Inflation has numerous costs:

1) "Shoeleather" costs -- this mainly refers to the cost of converting non-cash assets to cash. With high inflation, holding cash is costly, as high inflation erodes the purchasing power of money. Consider Germany in the 1920s, Zimbabwe in the 2000s, up to 2009. (Zimbabwe's inflation was so astronomically high that it stopped printing its own currency in 2009.)

This term could also refer to the inconvenience in general of searching for alternatives and of adjusting to price changes.

2) Menu costs -- this refers to the costs of changing posted prices -- not just on restaurant menus, of course.

3) Distortion of relative prices -- this problem is related to menu costs. As firms continuously need to adjust prices (and as consumers continuously need to learn new prices), the adjustments inevitably lead to changes in relative prices that could lead to misallocation of resources.

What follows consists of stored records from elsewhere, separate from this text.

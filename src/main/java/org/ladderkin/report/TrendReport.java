package org.ladderkin.report;

import java.util.ArrayList;
import java.util.List;
import java.util.Locale;
import org.ladderkin.units.Rounded;
import org.ladderkin.archive.PowerLawFit;
import org.ladderkin.archive.Trend;
import org.ladderkin.archive.TrendPoint;

/**
 * The trend report: a log-log chart with every material's samples, its fitted power law and the library's published
 * scaling, a table of the line's numbers, a table of samples, and links to each fit's own report.
 */
public final class TrendReport {

    private TrendReport() {
    }

    /** The chart: per material its points, its line over the points' span and the reference line, one colour each. */
    public static ChartSpec chart(Trend t, String markedSample) {
        List<ChartSpec.Series> series = new ArrayList<>();
        int colour = 0;
        double lo = Double.POSITIVE_INFINITY;
        double hi = 0;
        for (Trend.MaterialTrend m : t.materials()) {
            for (TrendPoint p : m.points()) {
                lo = Math.min(lo, p.x());
                hi = Math.max(hi, p.x());
            }
        }
        for (Trend.MaterialTrend m : t.materials()) {
            double[] x = m.points().stream().mapToDouble(TrendPoint::x).toArray();
            double[] y = m.points().stream().mapToDouble(TrendPoint::y).toArray();
            series.add(ChartSpec.Series.points(m.material() + " samples", x, y).colour(colour));
            double[] span = {lo / 1.2, hi * 1.2};
            if (m.fit() != null) {
                PowerLawFit.Result f = m.fit();
                series.add(ChartSpec.Series.line(m.material() + String.format(Locale.ROOT, " fit, p = %.2f", f.exponent()), span,
                        new double[] {f.at(span[0]), f.at(span[1])}).colour(colour));
            }
            if (m.reference().isPresent()) {
                Trend.ReferenceLine r = m.reference().get();
                series.add(ChartSpec.Series.line(m.material() + " library scaling", span, new double[] {
                    r.prefactor() * Math.pow(span[0], r.exponent()), r.prefactor() * Math.pow(span[1], r.exponent())}));
            }
            colour++;
        }
        if (markedSample != null) {
            for (Trend.MaterialTrend m : t.materials()) {
                for (TrendPoint p : m.points()) {
                    if (p.sample().equals(markedSample)) {
                        series.add(ChartSpec.Series.points("this sample (" + p.sample() + ")", new double[] {p.x()},
                                new double[] {p.y()}));
                    }
                }
            }
        }
        return new ChartSpec(t.y().label() + " against " + t.x().label(), t.x().label(), t.y().label(), true, true, series);
    }

    /** The self-contained HTML page. */
    public static String html(Trend t) {
        HtmlPage page = new HtmlPage("Trend: " + t.y().key() + " against " + t.x().key());
        page.heading(1, "Trend of " + t.y().label() + " against " + t.x().label());
        page.paragraph("Each sample's newest current fit is one point; the line is y = C·x^p fitted in log-log with each fit's "
                + "standard error and an intrinsic scatter τ found by restricted maximum likelihood, so a few over-precise "
                + "fits cannot pull the line through themselves. Points beyond " + (int) PowerLawFit.OUTLIER_SIGMAS
                + "σ of the line (their own error and τ together) are flagged.");
        page.charts(List.of(chart(t, null)), 760, 480);
        List<List<String>> lines = new ArrayList<>();
        for (Trend.MaterialTrend m : t.materials()) {
            PowerLawFit.Result f = m.fit();
            lines.add(List.of(m.material(), Integer.toString(m.points().size()),
                    f == null ? "too few samples" : pm(f.exponent(), f.exponentStdError()),
                    f == null ? "" : pm(f.prefactor(), f.prefactorStdError()),
                    f == null ? "" : pm(f.scatterLn(), f.scatterLnStdError()),
                    m.augerVolumeConstant() == null ? "" : pm(m.augerVolumeConstant().prefactor(),
                            m.augerVolumeConstant().prefactorStdError()),
                    m.reference().map(r -> String.format(Locale.ROOT, "%.4g·x^%.3g (%s)", r.prefactor(), r.exponent(), r.source()))
                            .orElse("none in the library")));
        }
        page.heading(2, "Power law per material");
        page.table(List.of("material", "samples", "exponent p", "prefactor C", "intrinsic scatter τ (rel.)",
                "τ₂/V (ps/nm³), p held at 1", "library scaling"), lines);
        List<List<String>> rows = new ArrayList<>();
        List<String> links = new ArrayList<>();
        for (Trend.MaterialTrend m : t.materials()) {
            for (int i = 0; i < m.points().size(); i++) {
                TrendPoint p = m.points().get(i);
                boolean out = m.fit() != null && m.fit().outlier(i);
                rows.add(List.of(p.sample(), p.material(), g(p.x()), g(p.y()), g(p.yStdError()), "F" + p.fitId(),
                        m.fit() == null ? "" : String.format(Locale.ROOT, "%.2f", m.fit().residualSigmas()[i]), out ? "WARN" : "PASS"));
                if (!p.reportPath().isEmpty()) {
                    links.add("<li><a href=\"" + HtmlPage.escape(fileUri(p.reportPath())) + "\">" + HtmlPage.escape(p.sample()
                            + " (fit F" + p.fitId() + ")") + "</a></li>");
                }
            }
        }
        page.heading(2, "Samples");
        page.table(List.of("sample", "material", t.x().label(), t.y().label(), "standard error", "fit", "residual (σ)",
                "within 3σ"), rows);
        if (!t.skipped().isEmpty()) {
            page.heading(2, "Left out");
            page.bullets(t.skipped().stream().map(s -> s.sample() + " (fit F" + s.fitId() + "): " + s.reason()).toList());
        }
        String html = page.render();
        if (links.isEmpty()) {
            return html;
        }
        String section = "<h2>Fit reports</h2>\n<ul>\n" + String.join("\n", links) + "\n</ul>\n";
        int end = html.lastIndexOf("</body>");
        return end < 0 ? html + section : html.substring(0, end) + section + html.substring(end);
    }

    private static String fileUri(String path) {
        return path.startsWith("/") ? "file://" + path : path;
    }

    private static String pm(double v, double e) {
        return Double.isNaN(e) ? g(v) : Rounded.pm(v, e);
    }

    private static String g(double v) {
        return String.format(Locale.ROOT, "%.4g", v);
    }
}
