package org.ladderkin.report;

import java.util.List;
import java.util.Objects;

/**
 * What a chart shows, independent of how it is drawn (SVG in reports, a live panel in the desktop planner) and of
 * CSV export, which writes exactly these series.
 *
 * @param title   chart title
 * @param xLabel  x-axis label with unit
 * @param yLabel  y-axis label with unit
 * @param logX    logarithmic x axis
 * @param logY    logarithmic y axis
 * @param series  the curves
 */
public record ChartSpec(String title, String xLabel, String yLabel, boolean logX, boolean logY, List<Series> series) {

    public ChartSpec {
        Objects.requireNonNull(title, "title");
        series = List.copyOf(series);
    }

    /**
     * One curve.
     *
     * @param name   legend text
     * @param x      abscissae
     * @param y      ordinates, same length
     * @param points draw markers only (measured data) instead of a line
     */
    public record Series(String name, double[] x, double[] y, boolean points) {
        public Series {
            Objects.requireNonNull(name, "name");
            if (x.length != y.length) {
                throw new IllegalArgumentException("series '" + name + "' has " + x.length + " x values but " + y.length + " y values");
            }
            x = x.clone();
            y = y.clone();
        }

        @Override
        public double[] x() {
            return x.clone();
        }

        @Override
        public double[] y() {
            return y.clone();
        }

        /** A line series. */
        public static Series line(String name, double[] x, double[] y) {
            return new Series(name, x, y, false);
        }
    }
}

4) Tax distortions -- the simplest example is "bracket creep". If we set income tax rates based on income levels (as we do in the U.S. and in many other nations), inflation will cause all income levels to "creep" into higher marginal tax rate brackets. This can happen with any tax based on progressive marginal rates.

5) Arbitrary redistribution of wealth -- unexpected inflation changes the costs and benefits of any fixed contract, especially those of long-term duration. The simplest example is the distribution between lenders and borrowers, but any fixed contract with obligations could suffer the same type of redistribution. In the case of a fixed-rate loan, the borrower benefits (and the lender suffers) from an unexpected increase in inflation, because the repayment has a lower value than expected.

It is worth noting that significant deflation has very similar problems. Generally, low and stable inflation minimizes these costs and accommodates economic growth. The real problems come from instability (lack of predictability).